Question 19: Balanced Scorecard

An article by Robert S. Kaplan and David D. Norton in 1992 sparked the interest in the concept
of the balanced scorecard. A balanced scorecard is a model of business performance evaluation
that balances measures of financial performance, internal operations, innovation and learning,
and customer satisfaction (Hilton 2002). The balanced scorecard does not focus only on financial
objectives. It also considers operational measures such as customer satisfaction, internal
innovation, and learning and growth. This allows for measuring the present performance, in
addition it captures information on how well the organization is prepared to perform in the
future.

Required: Explain the idea behind the balanced scorecard. Show how companies in different
industries are using it, and how successful it is. What types of measures are used? What are the
bases for the inclusion of a measure in a typical scorecard system?

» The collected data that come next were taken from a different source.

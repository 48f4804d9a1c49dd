import { afterAll, describe, expect, test } from "vitest";
import { AuditEvent, DeviceRevision, TrainingScenario } from "#models/index";
import { getDatabase } from "#server/db/database.server";
import { parseEntry } from "#server/engine/addresses";
import { TRAINING_EXAMPLES } from "#server/training/examples";
import { visibleText } from "../support/html";
import { MOLE } from "../support/proposal-team";
import { createdId, makeTrainingTeam } from "../support/training-team";

// Teaching scenarios (issue 12, docs/decisions/016): made by trainers, read by everyone, apart from the fleet.

const sequelize = getDatabase();
afterAll(() => sequelize.close());

/** RFC 5737 §3 and RFC 3849, and private space (RFC 1918 §3, RFC 4193 §3.1). */
const DOCUMENTATION = ["192.0.2.0/24", "198.51.100.0/24", "203.0.113.0/24", "2001:db8::/32"].map((text) => parseEntry(text).range);
const PRIVATE = ["10.0.0.0/8", "172.16.0.0/12", "192.168.0.0/16", "fc00::/7"].map((text) => parseEntry(text).range);
const within = (text: string, blocks: typeof DOCUMENTATION) => {
  const range = parseEntry(text.split("/")[0]).range;
  return blocks.some((block) => block.family === range.family && block.first <= range.first && range.last <= block.last);
};

describe("Teaching scenarios", () => {
  test("A trainer who is a reviewer starts a scenario from each shipped example; every member reads them; the training page lists them", async () => {
    const team = await makeTrainingTeam("examples");
    const trainer = await team.members.reviewer.client();
    const ids: string[] = [];
    for (const example of TRAINING_EXAMPLES) {
      const response = await trainer.post(`${team.training}/scenarios/new`, { intent: "create", title: example.title, summary: "", source: "example", example: example.key });
      ids.push(createdId(response, "scenarios"));
    }
    const stored = await TrainingScenario.findAll({ where: { organisationId: team.organisationId } });
    expect(stored.map((scenario) => scenario.exampleKey).sort()).toEqual(TRAINING_EXAMPLES.map((example) => example.key).sort());
    // Left empty, the summary is the example's own.
    expect(stored.find((scenario) => scenario.exampleKey === "rule-order")?.summary).toBe(TRAINING_EXAMPLES.find((example) => example.key === "rule-order")!.summary);
    expect(await AuditEvent.count({ where: { organisationId: team.organisationId, action: "training.scenario-created" } })).toBe(TRAINING_EXAMPLES.length);

    const trainee = await team.members.trainee.client();
    const home = visibleText((await trainee.get(team.training)).text);
    for (const example of TRAINING_EXAMPLES) expect(home).toContain(example.title);
    const page = await trainee.get(`${team.training}/scenarios/${ids[1]}`);
    expect(page.status).toBe(200);
    expect(visibleText(page.text)).toContain("Teaching scenario — not a fleet device");
    const rules = await trainee.get(`${team.training}/scenarios/${ids[1]}/model/rules`);
    expect(rules.status).toBe(200);
    expect(rules.text).toContain("drop-internet");
  });

  test("A trainee cannot make or edit scenarios (403), and nothing changes", async () => {
    const team = await makeTrainingTeam("refusals");
    const trainer = await team.members.reviewer.client();
    const id = createdId(await trainer.post(`${team.training}/scenarios/new`, { intent: "create", title: "Rule order", summary: "", source: "example", example: "rule-order" }), "scenarios");
    const trainee = await team.members.trainee.client();
    expect((await trainee.get(`${team.training}/scenarios/new`)).status).toBe(403);
    expect((await trainee.post(`${team.training}/scenarios/new`, { intent: "create", title: "Mine", source: "blank" })).status).toBe(403);
    expect((await trainee.post(`${team.training}/scenarios/${id}`, { intent: "save-details", title: "Renamed", summary: "" })).status).toBe(403);
    expect((await trainee.post(`${team.training}/scenarios/${id}`, { intent: "delete" })).status).toBe(403);
    expect((await trainee.post(`${team.training}/scenarios/${id}/model/rules`, { intent: "delete-rule", ruleId: "drop-internet", baseRevision: "1" })).status).toBe(403);
    // An engineer without the flag is no trainer either: fleet rights are not training rights.
    const engineer = await team.members.author.client();
    expect((await engineer.post(`${team.training}/scenarios/${id}/model/rules`, { intent: "delete-rule", ruleId: "drop-internet", baseRevision: "1" })).status).toBe(403);
    const scenario = await TrainingScenario.findByPk(id, { rejectOnEmpty: true });
    expect(scenario.title).toBe("Rule order");
    expect(scenario.version).toBe(1);
    expect(scenario.document.inboundRules.map((rule) => rule.id)).toContain("drop-internet");
    // The trainee's pages offer no editing.
    expect((await trainee.get(`${team.training}/scenarios/${id}/model/rules`)).text).not.toContain('name="intent" value="delete-rule"');
  });

  test("A trainer edits a scenario's model in the device editor's sections: a bad edit is said beside its field and saves nothing, a stale one is refused", async () => {
    const team = await makeTrainingTeam("editing");
    const trainer = await team.members.reviewer.client();
    const id = createdId(await trainer.post(`${team.training}/scenarios/new`, { intent: "create", title: "Order fixed", summary: "", source: "example", example: "rule-order" }), "scenarios");
    const rules = `${team.training}/scenarios/${id}/model/rules`;
    const moved = await trainer.post(rules, { intent: "move-rule", ruleId: "drop-internet", to: "2", baseRevision: "1" });
    expect(moved.status).toBe(302);
    let scenario = await TrainingScenario.findByPk(id, { rejectOnEmpty: true });
    expect(scenario.version).toBe(2);
    expect(scenario.document.inboundRules.map((rule) => rule.id).slice(0, 2)).toEqual(["allow-ops-centre", "drop-internet"]);

    const bad = await trainer.post(rules, { intent: "save-rule", id: "allow-partner", interface: "outside", sources: "partner-office", destinations: "any", services: "https", schedule: "all-week", action: "allow", enabled: "on", note: "", baseRevision: "2" });
    expect(bad.status).toBe(400);
    expect(visibleText(bad.text)).toContain("partner-office");
    expect(bad.text).toContain('value="allow-partner"');
    scenario = await TrainingScenario.findByPk(id, { rejectOnEmpty: true });
    expect(scenario.version).toBe(2);

    const stale = await trainer.post(rules, { intent: "delete-rule", ruleId: "drop-inside", baseRevision: "1" });
    expect(stale.status).toBe(409);
    expect((await TrainingScenario.findByPk(id, { rejectOnEmpty: true })).document.inboundRules).toHaveLength(4);
  });

  test("Copying a fleet device, anonymised, never changes the device; the copy names none of the customer's objects and moves public addresses into the documentation ranges", async () => {
    const team = await makeTrainingTeam("copy");
    const trainer = await team.members.reviewer.client();
    const revisionsBefore = await DeviceRevision.findAll({ where: { deviceId: team.deviceId }, order: [["number", "ASC"]] });
    const id = createdId(await trainer.post(`${team.training}/scenarios/new`, { intent: "create", title: "The mole, anonymised", summary: "", source: "copy", deviceId: team.deviceId, anonymise: "on" }), "scenarios");
    const plainCopy = createdId(await trainer.post(`${team.training}/scenarios/new`, { intent: "create", title: "The mole, as it is", summary: "", source: "copy", deviceId: team.deviceId }), "scenarios");
    const revisionsAfter = await DeviceRevision.findAll({ where: { deviceId: team.deviceId }, order: [["number", "ASC"]] });
    expect(revisionsAfter.map((revision) => [revision.number, JSON.stringify(revision.document)])).toEqual(revisionsBefore.map((revision) => [revision.number, JSON.stringify(revision.document)]));

    const copy = await TrainingScenario.findByPk(id, { rejectOnEmpty: true });
    expect(copy.anonymised).toBe(true);
    expect(copy.sourceDeviceId).toBe(team.deviceId);
    const text = JSON.stringify(copy.document);
    for (const name of [MOLE.device.name, "noc-net", "partner-hq", "ops-lena", "outside", "inside", "final drop"]) expect(text).not.toContain(name);
    for (const entry of [...copy.document.interfaces.flatMap((entry) => entry.addresses), ...copy.document.addresses.flatMap((object) => object.entries)]) {
      expect(within(entry, DOCUMENTATION) || within(entry, PRIVATE), entry).toBe(true);
    }
    const asIs = await TrainingScenario.findByPk(plainCopy, { rejectOnEmpty: true });
    expect(asIs.anonymised).toBe(false);
    expect(asIs.document.addresses.map((object) => object.name)).toEqual(["noc-net", "partner-hq"]);

    // The trainer sees where it came from; a trainee does not.
    expect(visibleText((await trainer.get(`${team.training}/scenarios/${id}`)).text)).toContain(MOLE.device.name);
    expect(visibleText((await (await team.members.trainee.client()).get(`${team.training}/scenarios/${id}`)).text)).not.toContain(MOLE.device.name);
  });

  test("Scenarios are never in the fleet: not in its device count, its findings or its changes", async () => {
    const team = await makeTrainingTeam("apart");
    const engineer = await team.members.engineer.client();
    const words = (html: string) => visibleText(html).replace(/\s+/g, " ");
    const fleetBefore = words((await engineer.get(`/o/${team.slug}/devices`)).text);
    const findingCount = (text: string) => / of (\d+) findings?\b/.exec(text)?.[1];
    const findingsBefore = words((await engineer.get(`/o/${team.slug}/findings`)).text);
    expect(findingCount(findingsBefore)).toBeDefined();
    expect(fleetBefore).toMatch(/\b1 of 1 device\b/);
    const trainer = await team.members.reviewer.client();
    // The second-factor example has a password-only account (a no-second-factor finding, were it a device).
    createdId(await trainer.post(`${team.training}/scenarios/new`, { intent: "create", title: "Second factor", summary: "", source: "example", example: "second-factor" }), "scenarios");
    createdId(await trainer.post(`${team.training}/scenarios/new`, { intent: "create", title: "Copy", summary: "", source: "copy", deviceId: team.deviceId, anonymise: "on" }), "scenarios");
    const fleet = words((await engineer.get(`/o/${team.slug}/devices`)).text);
    expect(fleet).toMatch(/\b1 of 1 device\b/);
    expect(fleet).not.toContain("tessaly-gw");
    const findings = words((await engineer.get(`/o/${team.slug}/findings`)).text);
    expect(findings).not.toContain("tessaly-gw");
    expect(findings).not.toContain("vendor-support");
    expect(findingCount(findings)).toBe(findingCount(findingsBefore));
    expect(visibleText((await engineer.get(`/o/${team.slug}/changes`)).text)).not.toContain("tessaly-gw");
  });

  test("Bad input: an unknown example or device is said beside its field; another organisation's scenario is a 404; a malformed id a 400", async () => {
    const team = await makeTrainingTeam("bad-input");
    const other = await makeTrainingTeam("bad-input-other");
    const trainer = await team.members.reviewer.client();
    const unknown = await trainer.post(`${team.training}/scenarios/new`, { intent: "create", title: "Unknown", source: "example", example: "no-such-example" });
    expect(unknown.status).toBe(400);
    expect(visibleText(unknown.text)).toContain("Choose one of the examples listed.");
    expect(unknown.text).toContain('value="Unknown"');
    const foreign = await trainer.post(`${team.training}/scenarios/new`, { intent: "create", title: "Foreign", source: "copy", deviceId: other.deviceId, anonymise: "on" });
    expect(foreign.status).toBe(404);
    const control = await trainer.post(`${team.training}/scenarios/new`, { intent: "create", title: "Bell\u0007", source: "blank" });
    expect(control.status).toBe(400);
    const noSource = await trainer.post(`${team.training}/scenarios/new`, { intent: "create", title: "No source" });
    expect(noSource.status).toBe(400);
    const otherTrainer = await other.members.reviewer.client();
    const theirs = createdId(await otherTrainer.post(`${other.training}/scenarios/new`, { intent: "create", title: "Theirs", source: "blank" }), "scenarios");
    expect((await trainer.get(`${team.training}/scenarios/${theirs}`)).status).toBe(404);
    expect((await trainer.post(`${team.training}/scenarios/${theirs}/model/rules`, { intent: "delete-rule", ruleId: "x", baseRevision: "1" })).status).toBe(404);
    expect((await trainer.get(`${team.training}/scenarios/not-a-uuid`)).status).toBe(400);
    const taken = await trainer.post(`${team.training}/scenarios/new`, { intent: "create", title: "Unknown", source: "blank" });
    expect(taken.status).toBe(302);
    const again = await trainer.post(`${team.training}/scenarios/new`, { intent: "create", title: "Unknown", source: "blank" });
    expect(again.status).toBe(409);
  });
});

Question 20: Non-financial Performance Measures


It is common to measure the company performance using financial measures. Financial measures can be
accounting-based such as earnings, return on assets, and return on equity, or market-based such as stock
prices. Increasingly, companies are also using nonfinancial measures such as customer satisfaction,
market share, and employees’ satisfaction, among others to evaluate the performance of its managers.
Using nonfinancial measures may increase the efficiency of the management, and may reflect information
that is not captured by financial performance measures.

Required: Discuss the importance of nonfinancial measures and their applications. Explain the reasons
for using them alongside the financial measures. What kind of information is provided by the
nonfinancial measures that is not captured by the financial measures?